In 2005 the study was expanded to include PBDEs, which were then analyzed in the residual serum specimens according to a previously described procedure (Fitzgerald et al., 2010). In brief, nine PBDE congeners, including IUPAC #s 28, 47, 66, 85, 99, 100, 138, 153 and 154 were determined in ≥1 mL serum using high resolution gas chromatography with high resolution mass spectrometry (HRGC/HRMS).
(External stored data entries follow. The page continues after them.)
def draw(case):
    """A random problem and what is special about it."""
    loss, storage, ratio, repeat = case
    position = LOSSES.index(loss), STORAGE.index(storage), RATIOS.index(ratio), repeat
    rng = np.random.default_rng(position)
    n, p = int(rng.integers(12, 41)), int(rng.integers(5, 41))
    X, dense, traits = draw_table(rng, n, p, storage)
    traits += [loss, storage, f"l1_ratio {ratio}", "n < p" if n < p else "n >= p"]

    def sometimes(name, share=0.5):
        happens = bool(rng.random() < share)
        traits.extend([name] * happens)
        return happens

    weight = rng.uniform(0.2, 3, n) if sometimes("sample weights") else None
    if weight is not None and sometimes("zero weights"):
        weight[rng.permutation(n)[: n // 5]] = 0.0
    v = rng.uniform(0.3, 3, p) if sometimes("penalty weights") else np.ones(p)
    if sometimes("unpenalised"):
        v[rng.permutation(p)[: rng.integers(1, 3)]] = 0.0
    if sometimes("excluded"):
        v[rng.permutation(p)[: p // 4]] = np.inf
    y = draw_response(rng, dense @ (rng.standard_normal(p) * (rng.random(p) < 0.3)), loss)
    problem = Problem(
        X,
        y,
        loss,
        l1_ratio=float(rng.choice([0.05, 0.5, 0.9])) if ratio == "between" else ratio,
        penalty_weights=v,
        sample_weight=weight,
        offset=rng.standard_normal(n) * y.std() if sometimes("offset") else None,
        fit_intercept=sometimes("intercept", 0.7),
        standardize=sometimes("standardised"),
    )
    if loss == "log_loss" and np.abs(null_fit(problem)).max() > 15:
        # Unpenalised columns that separate the classes leave no optimum; that is an error.
        traits.remove("unpenalised")
        problem = replace(problem, penalty_weights=np.where(v == 0, 1.0, v))
    return problem, traits


def grid(problem):
    # At an l1_ratio near 0 the smallest empty model is reached at an alpha so large that no ridge
    # solution worth having is near it; that of an equal mixture gives the order of magnitude.
    return largest_alpha(problem, max(problem.l1_ratio, 0.5)) * FRACTIONS


class TestRandomProblems:
    """Both losses, three containers, three mixtures; everything else is drawn."""

    # What one objective may differ by from another through rounding alone, relative to the null.
    ROUNDING = 1e-12

    def test_there_are_enough_of_every_kind(self):
        traits = [draw(case)[1] for case in CASES]
        counts = Counter(trait for of_one in traits for trait in of_one)
        assert len(CASES) >= 300
        assert set(counts) == {
            *LOSSES, *STORAGE, "l1_ratio 1.0", "l1_ratio between", "l1_ratio 0.02", "n < p",
            "n >= p", "sample weights", "zero weights", "penalty weights", "unpenalised",
            "excluded", "offset", "intercept", "standardised", "duplicate", "collinear", "constant",
        }  # fmt: skip
        assert min(counts.values()) >= 60, counts

    @pytest.mark.parametrize(("loss", "storage", "ratio"), KINDS)
    def test_agree_with_cvxpy(self, loss, storage, ratio):
        decided = candidates = 0
        for repeat in range(REPEATS):
            case = loss, storage, ratio, repeat
            problem, traits = draw(case)
            alphas = grid(problem)
            null = null_objective(problem)
            path = penalized_path(
                problem.X, problem.y, alphas=alphas, tol=1e-10, **problem.settings
            )
            optima = reference_path(problem.X, problem.y, alphas=alphas, **problem.settings)
            assert np.all(path.status == Status.CONVERGED), (case, traits)
            for k, (alpha, optimum) in enumerate(zip(alphas, optima, strict=True)):
                point = path.coef[[k]].toarray()[0], path.intercept[k]
                self.check_objective(problem, point, alpha, path.gap[k], 1e-10, null, optimum)
                sharp = sharpened(problem, optimum.coef, optimum.intercept, alpha)
                gap = max(path.gap[k], 0.0) * null
                zero, nonzero = decided_support(problem, *sharp, alpha, gap)
                assert not point[0][zero].any(), (case, k, traits)
                assert point[0][nonzero].all(), (case, k, traits)
                decided += np.count_nonzero(zero | nonzero)
                candidates += np.count_nonzero(problem.penalised)
        # Ties must stay the exception, or the comparison of supports would say nothing.
        assert decided >= 0.9 * candidates

    def check_objective(self, problem, point, alpha, gap, tol, null, optimum):
        assert optimum.status == "optimal"
        value = objective_value(problem.X, problem.y, *point, alpha=alpha, **problem.settings)
        # Relative to the optimum, the smaller of the scales one could take.
        assert abs(value - optimum.objective) <= 1e-6 * optimum.objective
        # cvxpy's point is above the optimum, so this difference is at most the true gap.
        assert gap <= tol
        assert gap * null >= value - optimum.objective - self.ROUNDING * null
        assert gap >= -self.ROUNDING
        assert certified_gap(problem, *point, alpha) <= (tol + self.ROUNDING) * null

    @pytest.mark.parametrize("loss", LOSSES)
    def test_the_default_tolerance_is_kept_too(self, loss):
        for storage, ratio in product(STORAGE, RATIOS):
            problem, traits = draw((loss, storage, ratio, 0))
            alphas, null = grid(problem), null_objective(problem)
            path = penalized_path(problem.X, problem.y, alphas=alphas, **problem.settings)
            assert np.all(path.gap <= 1e-7), traits
            for k, alpha in enumerate(alphas):
                point = path.coef[[k]].toarray()[0], path.intercept[k]
                assert certified_gap(problem, *point, alpha) <= 1.001e-7 * null, traits

    @pytest.mark.parametrize("loss", LOSSES)
    def test_the_two_statements_of_the_objective_agree(self, loss):
        """The reference's objective and the oracle's were written from the formula separately."""
        for storage, ratio in product(STORAGE, RATIOS):
            problem, _ = draw((loss, storage, ratio, 1))
            rng = np.random.default_rng(7)
            coef = np.where(np.isinf(problem.v), 0.0, rng.standard_normal(problem.v.size))
            intercept = 0.3 * problem.fit_intercept
            value = objective_value(
                problem.X, problem.y, coef, intercept, alpha=0.7, **problem.settings
            )
            np.testing.assert_allclose(value, problem.objective(coef, intercept, 0.7), rtol=1e-12)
A series of quality control samples were processed with each batch of 20 samples, including surrogates, method blanks, matrix spikes, duplicates and standard reference materials. Surrogate standards consisting of serum samples spiked with ¹³C-labeled PBDEs were used to assess recovery. LODs were determined as three standard deviations above the mean of method blanks, and ranged from 1 to 20 pg/mL contingent on congener and sample volume. The sum of PBDE congeners was operationalized as ∑BDE.

Data were reported as wet-weight values. For determinations below the LODs, machine-read values were employed with no substitution to preclude the introduction of bias that has been demonstrated using that approach (Schisterman et al., 2006). The laboratories at the Wadsworth Center participate in the Arctic Monitoring and Assessment Program’s proficiency testing program (AMAP). Tests are administered quarterly by Centre de Toxicologie du Québec, Canada, and reported results are scored either “satisfactory,” “qualified” or “unsatisfactory.” The laboratory received “satisfactory” scores for PCB congeners and organochlorine pesticides measured in serum during the analysis period for the current study. Satisfactory scores were also obtained for measurement of PBDE congeners in serum during that time.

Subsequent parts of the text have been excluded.